Task item:
An exact transcription of all the data is the expected reply.

+-------+

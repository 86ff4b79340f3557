/**
 * The first adiabatic bed of a sulphur dioxide converter: where the heat-up path meets the equilibrium.
 * @source M. King, M. Moats, W. G. Davenport, Sulfuric Acid Manufacture, 2nd ed., Elsevier 2013, ch. 12, from memory
 */
export const firstBed = {
  feedPercent: { SO2: 10, O2: 11, N2: 79 },
  inletK: 690,
  bar: 1.2,
  conversion: 0.692,
  outletK: 893,
} as const;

+-------+

Response to this task:
repository 86ff4b79340f3557
/**
 * The first adiabatic bed of a sulphur dioxide converter: where the heat-up path meets the equilibrium.
 * @source M. King, M. Moats, W. G. Davenport, Sulfuric Acid Manufacture, 2nd ed., Elsevier 2013, ch. 12, from memory
 */
export const firstBed = {
  feedPercent: { SO2: 10, O2: 11, N2: 79 },
  inletK: 690,
  bar: 1.2,
  conversion: 0.692,
  outletK: 893,
} as const;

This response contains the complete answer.